On one trip, we happened upon some businesses in behind the signpost forest that would, for a nominal-ish fee ($10), sell you a plank and a couple of nails, the use of some paint, and even a hammer.  We crafted a few signs (a family creation and one for each of the kiddos) and put them up.  I haven't found them on any trips since, but hey, it's cool knowing you have signs there, right? 

I haven't seen the vendors there since, so either they're only part-time or seasonal, or they stopped being allowed there at all.

It's not like they don't have enough already.  I mean, 72,000 signs.  That's a lot of signs.  It will take a lot of time to go through them all, if that is your desire.
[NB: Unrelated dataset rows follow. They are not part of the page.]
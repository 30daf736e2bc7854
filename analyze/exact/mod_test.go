package exact

import (
	"math/big"
	"testing"

	"pgregory.net/rapid"
)

func TestPrimeTable(t *testing.T) {
	p := uint64(primeLimit)
	for i, k := range primeMultipliers {
		p = primeBelow(p)
		if p != uint64(k)*fieldOrder+1 {
			t.Fatalf("entry %d: %d, want %d", i, uint64(k)*fieldOrder+1, p)
		}
	}
	// Beyond the table the sequence goes on without a gap.
	list := takeModuli(len(primeMultipliers) + 2)
	if got := list[len(primeMultipliers)].p; got != primeBelow(p) {
		t.Fatalf("after the table: %d", got)
	}
}

func TestModularArithmetic(t *testing.T) {
	rapid.Check(t, func(t *rapid.T) {
		m := takeModuli(40)[rapid.IntRange(0, 39).Draw(t, "prime")]
		p := new(big.Int).SetUint64(m.p)
		a, b := drawInt(t, 400, "a"), drawInt(t, 400, "b")
		x, y := m.fromBig(a), m.fromBig(b)
		check := func(what string, got uint64, want *big.Int) {
			want = new(big.Int).Mod(want, p)
			if got >= m.p || m.plain(got) != want.Uint64() {
				t.Fatalf("%s: %d, want %v", what, m.plain(got), want)
			}
		}
		check("value", x, a)
		check("product", m.mul(x, y), new(big.Int).Mul(a, b))
		check("sum", m.add(x, y), new(big.Int).Add(a, b))
		check("difference", m.sub(x, y), new(big.Int).Sub(a, b))
		check("negative", m.neg(x), new(big.Int).Neg(a))
		if x != 0 {
			check("inverse", m.mul(m.inverse(x), x), bigOne)
		}
		check("square root of -1", m.mul(m.sqrtMinusOne(), m.sqrtMinusOne()), big.NewInt(-1))
		v := rapid.Int64().Draw(t, "v")
		check("small", m.fromInt64(v), big.NewInt(v))
	})
}

func TestReconstruction(t *testing.T) {
	rapid.Check(t, func(t *rapid.T) {
		k := rapid.IntRange(1, 150).Draw(t, "primes")
		list := takeModuli(k)
		limit := productOfModuli(list)
		limit.Rsh(limit, 1)
		x := drawInt(t, 61*k-2, "x")
		if rapid.IntRange(0, 4).Draw(t, "extreme") == 0 {
			x.Sub(limit, big.NewInt(rapid.Int64Range(0, 3).Draw(t, "below")))
		}
		if x.CmpAbs(limit) > 0 {
			return
		}
		const stride = 3
		r := make([]uint64, k*stride)
		for i, m := range list {
			r[i*stride+1] = m.fromBig(x)
		}
		if got := reconstructionFor(list).integer(r[1:], stride); got.Cmp(x) != 0 {
			t.Fatalf("%v, want %v", got, x)
		}
	})
}

func TestInterpolation(t *testing.T) {
	rapid.Check(t, func(t *rapid.T) {
		m := takeModuli(10)[rapid.IntRange(0, 9).Draw(t, "prime")]
		n := transformSize(rapid.IntRange(1, 300).Draw(t, "n"))
		seed := rapid.Uint64().Draw(t, "seed")
		c := make([]uint64, n)
		for i := range c {
			seed = seed*6364136223846793005 + 1442695040888963407
			c[i] = m.fromUint(seed)
		}
		q := m.newPoints(n, m.fromUint(seed|1))
		values := make([]uint64, n)
		for k, x := range q.x {
			for i := n - 1; i >= 0; i-- {
				values[k] = m.add(m.mul(values[k], x), c[i])
			}
		}
		q.interpolate(values)
		for i := range c {
			if c[i] != values[i] {
				t.Fatalf("coefficient %d of %d", i, n)
			}
		}
	})
}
Still, there are some cool ones.  There are license plates.  There are street signs.  There are nicely-engraved wooden plaques that must've been brought to Watson Lake on purpose.  There are city signs that make you wonder how the person made off with them without being arrested.  There are signs in languages I can't read.

Yet still, 72,000 is a lot of signs.

It's a lot of signs especially considering the other cool stuff you have to see.  Mixed into the Signpost Forest is a display of the various types of equipment used to craft such a fine stretch of road.  If you're coming from the south, you won't yet know better than to think that it makes for a cool display, while if you're coming from the north you will probably want to go up to each piece of equipment separately and kick it, and quite hard at that.  The road, after all, is the nearest thing to torture that is imaginable for some, a fact that implicates what you're looking at as the implements of torture.

Yeah, kick 'em good.

Deep inside the forest of signs, though, you'll find a building that against the towering backdrop of signposts looks a lot smaller than it actually is inside.  Trust me, you do not want to miss what's inside.  For one thing, they have coffee.  Real coffee, made from grounds and brewed in something other than a tin percolator.  They also have maps and other awesome stuff to hand out--I walked out with a whole stack of stuff I never looked at again, plus a useful map that I looked at once or twice.
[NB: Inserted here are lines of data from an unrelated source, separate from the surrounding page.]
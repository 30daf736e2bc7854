package exact

import (
	"math/big"
	"testing"

	"pgregory.net/rapid"
)

func TestPrimeTable(t *testing.T) {
	p := uint64(primeLimit)
	for i, k := range primeMultipliers {
		p = primeBelow(p)
		if p != uint64(k)*fieldOrder+1 {
			t.Fatalf("entry %d: %d, want %d", i, uint64(k)*fieldOrder+1, p)
		}
	}
	// Beyond the table the sequence goes on without a gap.
	list := takeModuli(len(primeMultipliers) + 2)
	if got := list[len(primeMultipliers)].p; got != primeBelow(p) {
		t.Fatalf("after the table: %d", got)
	}
}

func TestModularArithmetic(t *testing.T) {
	rapid.Check(t, func(t *rapid.T) {
		m := takeModuli(40)[rapid.IntRange(0, 39).Draw(t, "prime")]
		p := new(big.Int).SetUint64(m.p)
		a, b := drawInt(t, 400, "a"), drawInt(t, 400, "b")
		x, y := m.fromBig(a), m.fromBig(b)
		check := func(what string, got uint64, want *big.Int) {
			want = new(big.Int).Mod(want, p)
			if got >= m.p || m.plain(got) != want.Uint64() {
				t.Fatalf("%s: %d, want %v", what, m.plain(got), want)
			}
		}
		check("value", x, a)
		check("product", m.mul(x, y), new(big.Int).Mul(a, b))
		check("sum", m.add(x, y), new(big.Int).Add(a, b))
		check("difference", m.sub(x, y), new(big.Int).Sub(a, b))
		check("negative", m.neg(x), new(big.Int).Neg(a))
		if x != 0 {
			check("inverse", m.mul(m.inverse(x), x), bigOne)
		}
		check("square root of -1", m.mul(m.sqrtMinusOne(), m.sqrtMinusOne()), big.NewInt(-1))
		v := rapid.Int64().Draw(t, "v")
		check("small", m.fromInt64(v), big.NewInt(v))
	})
}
Now, hey, all you who're sneering at the word "map" and all the quaint mental images it summons, you just keep in mind that your sparkly GPS won't work most of the places up in the Yukon.  That, and if you're using your cell phone for GPS like I do, your carrier will likely charge you an arm for the first few hours of data usage and a leg for the next few.
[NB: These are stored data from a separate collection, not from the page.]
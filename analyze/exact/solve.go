package exact

import (
	"context"
	"errors"
	"fmt"
	"math/big"
)

// SolveAt returns the exact solution of (G + s·C)·x = rhs at s = re + j·im as
// real and imaginary parts. Where the matrix is singular at that point the
// error is a *SingularError; otherwise it is the context's.
func (p *Pencil) SolveAt(ctx context.Context, re, im *big.Rat, rhs Vector) (xre, xim []*big.Rat, err error) {
	return p.SolveComplexAt(ctx, re, im, rhs, nil)
}

// SolveComplexAt is SolveAt with the right-hand side rhsRe + j·rhsIm.
func (p *Pencil) SolveComplexAt(ctx context.Context, re, im *big.Rat, rhsRe, rhsIm Vector) (xre, xim []*big.Rat, err error) {
	if err := ctx.Err(); err != nil {
		return nil, nil, err
	}
	// The value of p at the point, as the value of a pencil at s = j.
	v := p.movedTo(re, im)
	f := v.structure(v.toIntegers(false))
	x := newPhasors(p.Size())
	if f.form != nil {
		b := newPhasors(p.Size())
		b.add(rhsRe, func(z *phasor) *big.Rat { return &z.re })
		b.add(rhsIm, func(z *phasor) *big.Rat { return &z.im })
		err = f.solveBlocks(ctx, b, x)
	}
	if f.form == nil || errors.Is(err, errSingular) {
		rows, cols := p.kernelAt(ctx, re, im)
		if err := ctx.Err(); err != nil {
			return nil, nil, err
		}
		return nil, nil, &SingularError{rows, cols}
	}
	if err != nil {
		return nil, nil, err
	}
	for i := range x {
		xre, xim = append(xre, &x[i].re), append(xim, &x[i].im)
	}
	return xre, xim, nil
}

// phasor is a complex number with rational parts.
type phasor struct{ re, im big.Rat }

func (z *phasor) isZero() bool { return z.re.Sign() == 0 && z.im.Sign() == 0 }

type phasors []phasor

func newPhasors(n int) phasors { return make(phasors, n) }

func (b phasors) add(v Vector, part func(*phasor) *big.Rat) {
	for _, c := range v {
		if c.Value != nil {
			r := part(&b[c.Index])
			r.Add(r, c.Value)
		}
	}
}

// movedTo returns the pencil whose value at s = j is that of p at re + j·im.
func (p *Pencil) movedTo(re, im *big.Rat) *Pencil {
	q := NewPencil(p.Size())
	var t big.Rat
	for i, r := range p.rows {
		row := make([]Entry, 0, len(r))
		for _, e := range r {
			v := Entry{e.Row, e.Col, e.G, new(big.Rat)}
			if e.C.Sign() != 0 {
				if re.Sign() != 0 {
					v.G = new(big.Rat).Add(e.G, t.Mul(e.C, re))
				}
				v.C.Mul(e.C, im)
			}
			if v.G.Sign() != 0 || v.C.Sign() != 0 {
				row = append(row, v)
			}
		}
		q.rows[i] = row
	}
	return q
}

// solveBlocks solves piece after piece at s = j: x for the right-hand side b,
// which it changes.
func (f *Prepared) solveBlocks(ctx context.Context, b, x phasors) error {
	for k := range f.form.end {
		if err := f.solveBlock(ctx, k, b, x); err != nil {
			return err
		}
	}
	return nil
}

// solveBlock solves one piece; earlier ones have been solved.
func (f *Prepared) solveBlock(ctx context.Context, k int, b, x phasors) error {
	start := 0
	if k > 0 {
		start = f.form.end[k-1]
	}
	rows, cols := f.form.rows[start:f.form.end[k]], f.form.cols[start:f.form.end[k]]
	acting := false
	for _, r := range rows {
		for _, e := range f.pencil.rows[r] {
			if f.form.blockOfCol[e.Col] != k {
				b[r].subtract(e.G, e.C, &x[e.Col])
			}
		}
		acting = acting || !b[r].isZero()
	}
	y := f.system([]int{k}, nil, nil)
	column := y.addComplexColumn(f, rows, b)
	d, num, err := y.solveAtJ(ctx, acting)
	if err != nil || !acting {
		return err
	}
	// x = K·N/(β·d) with K the scale of the columns and β that of b.
	var dd, t big.Rat
	norm := new(big.Int).Mul(&d.re, &d.re)
	norm.Add(norm, new(big.Int).Mul(&d.im, &d.im))
	dd.SetInt(norm)
	dd.Mul(&dd, column)
	for i, c := range cols {
		n := num[i].timesConjugate(d)
		scale := f.scaled.colScale[c].rat()
		scale.Quo(scale, &dd)
		x[c].re.Mul(scale, t.SetInt(&n.re))
		x[c].im.Mul(scale, t.SetInt(&n.im))
	}
	return nil
}

// subtract sets z to z − (g + j·c)·x.
func (z *phasor) subtract(g, c *big.Rat, x *phasor) {
	var t big.Rat
	z.re.Sub(&z.re, t.Mul(g, &x.re))
	z.im.Sub(&z.im, t.Mul(g, &x.im))
	if c.Sign() != 0 {
		z.re.Add(&z.re, t.Mul(c, &x.im))
		z.im.Sub(&z.im, t.Mul(c, &x.re))
	}
}

// gaussianInt is a complex number with integer parts.
type gaussianInt struct{ re, im big.Int }

// timesConjugate returns z·conj(d).
func (z *gaussianInt) timesConjugate(d *gaussianInt) *gaussianInt {
	var n gaussianInt
	var t big.Int
	n.re.Mul(&z.re, &d.re)
	n.re.Add(&n.re, t.Mul(&z.im, &d.im))
	n.im.Mul(&z.im, &d.re)
	n.im.Sub(&n.im, t.Mul(&z.re, &d.im))
	return &n
}

// addComplexColumn gives the system of one piece the border column b, with
// s = j for the imaginary parts, and returns the number β it was multiplied
// by to become integer.
func (y *system) addComplexColumn(f *Prepared, rows []int, b phasors) *big.Rat {
	y.rhs = 1
	values := make([][2]*big.Rat, len(rows))
	den, num := big.NewInt(1), new(big.Int)
	for i, r := range rows {
		scale := f.scaled.rowScale[r].rat()
		values[i] = [2]*big.Rat{new(big.Rat).Mul(scale, &b[r].re), new(big.Rat).Mul(scale, &b[r].im)}
		lcmInto(den, values[i][0].Denom())
		lcmInto(den, values[i][1].Denom())
	}
	entries := make([]intEntry, len(rows))
	for i, v := range values {
		entries[i] = intEntry{col: y.n, g: overDenominator(v[0], den), c: overDenominator(v[1], den)}
		gcdInto(num, entries[i].g)
		gcdInto(num, entries[i].c)
	}
	if num.Sign() == 0 {
		num.SetInt64(1)
	}
	for i, e := range entries {
		if e.g == nil && e.c == nil {
			continue
		}
		for _, x := range []*big.Int{e.g, e.c} {
			if x != nil {
				x.Quo(x, num)
			}
		}
		y.rows[i] = append(y.rows[i], e)
	}
	return new(big.Rat).SetFrac(den, num)
}

// solveAtJ returns the determinant d of a system of one piece with one border
// column at s = j and, if there is anything to solve, the vector d·x, as
// Gaussian integers. It returns errSingular where d is zero.
//
// The parts of d are bounded by |d|, which Hadamard's inequality bounds, and
// those of d·x by Cramer's rule likewise; residues modulo enough primes at
// the square roots of −1 determine them.
func (y *system) solveAtJ(ctx context.Context, acting bool) (*gaussianInt, []gaussianInt, error) {
	points := 1 // all real: one point, any
	for _, r := range y.rows {
		for _, e := range r {
			if e.c != nil {
				points = 2
			}
		}
	}
	if y.n == 1 && !acting {
		return y.single()
	}
	primes := primesFor(y.solutionBound())
	prog, err := y.orderAtJ(ctx, primes)
	if err != nil {
		return nil, nil, err
	}
	v := newMachine(prog, points)
	outputs := len(prog.outputs)
	residues := make([]uint64, 0, primes*points*outputs)
	var used []*modulus
	for i := 0; len(used) < primes; i++ {
		m := takeModuli(i + 1)[i]
		v.load(m) // not a symmetric program: does not fail
		j := m.sqrtMinusOne()
		ok, err := v.run(ctx, m, []uint64{j, m.neg(j)}[:points])
		if err != nil {
			return nil, nil, err
		}
		if !ok {
			if i > 2*primes+64 {
				return nil, nil, fmt.Errorf("no usable primes for a system of size %d", y.n)
			}
			continue
		}
		used = append(used, m)
		half, halfOverJ := m.inverse(m.fromUint(2)), m.inverse(m.mul(m.fromUint(2), j))
		for _, slot := range prog.outputs {
			val := v.slot(slot, points)
			if points == 1 {
				residues = append(residues, val[0])
				continue
			}
			residues = append(residues,
				m.mul(half, m.add(val[0], val[1])),
				m.mul(halfOverJ, m.sub(val[0], val[1])))
		}
	}
	table := reconstructionFor(used)
	out := make([]gaussianInt, outputs)
	stride := points * outputs
	for k := range out {
		out[k].re.Set(table.integer(residues[k*points:], stride))
		if points == 2 {
			out[k].im.Set(table.integer(residues[k*points+1:], stride))
		}
	}
	return &out[0], out[1:], nil
}

// single is solveAtJ for one equation without right-hand side.
func (y *system) single() (*gaussianInt, []gaussianInt, error) {
	var d gaussianInt
	for _, e := range y.rows[0] {
		if e.col == 0 {
			if e.g != nil {
				d.re.Set(e.g)
			}
			if e.c != nil {
				d.im.Set(e.c)
			}
		}
	}
	if d.re.Sign() == 0 && d.im.Sign() == 0 {
		return nil, nil, errSingular
	}
	return &d, nil, nil
}

// orderAtJ returns a program for d and d·x, or errSingular. That all residues
// of d vanish proves that d is zero.
func (y *system) orderAtJ(ctx context.Context, primes int) (*program, error) {
	for _, m := range takeModuli(primes + 1) {
		j := m.sqrtMinusOne()
		for _, s := range []uint64{j, m.neg(j)} {
			if err := ctx.Err(); err != nil {
				return nil, err
			}
			if z, _ := y.eliminate(m, s); z != nil {
				return y.compileSolution(z), nil
			}
		}
	}
	return nil, errSingular
}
Bottom line: if you're going to drive the Yukon, learn to fold paper maps.  You'll be oh, so glad you did.  Yes, I know that for the most part the Al-Can is the only road available.  Yes, I agree that for most of the stretch, if you somehow manage to lose the Al-Can, you probably don't deserve to be driving it.  There are, however, trip planning questions above and beyond "do I turn left here?" that only a map can answer.  Use it.  Love it. Fold it right. 

Maps and coffee aren't all that the Northern Lights Space and Science Centre have to offer, by the way  (yes, it's correctly spelled Centre in Canadian).  They have an entire display built around the Aurora Borealis, another regarding the construction of the highway, and yet another that clearly lays out why that road was considered important back in WWII days.  I could've spent weeks in that centre, nerd superior that I am.  If you're at all curious about history, geography, or geophysics, you'll like it too, I promise.

All this, sprung up from one Private Carl K. Lindley's homesickness while injured.  Who could've known?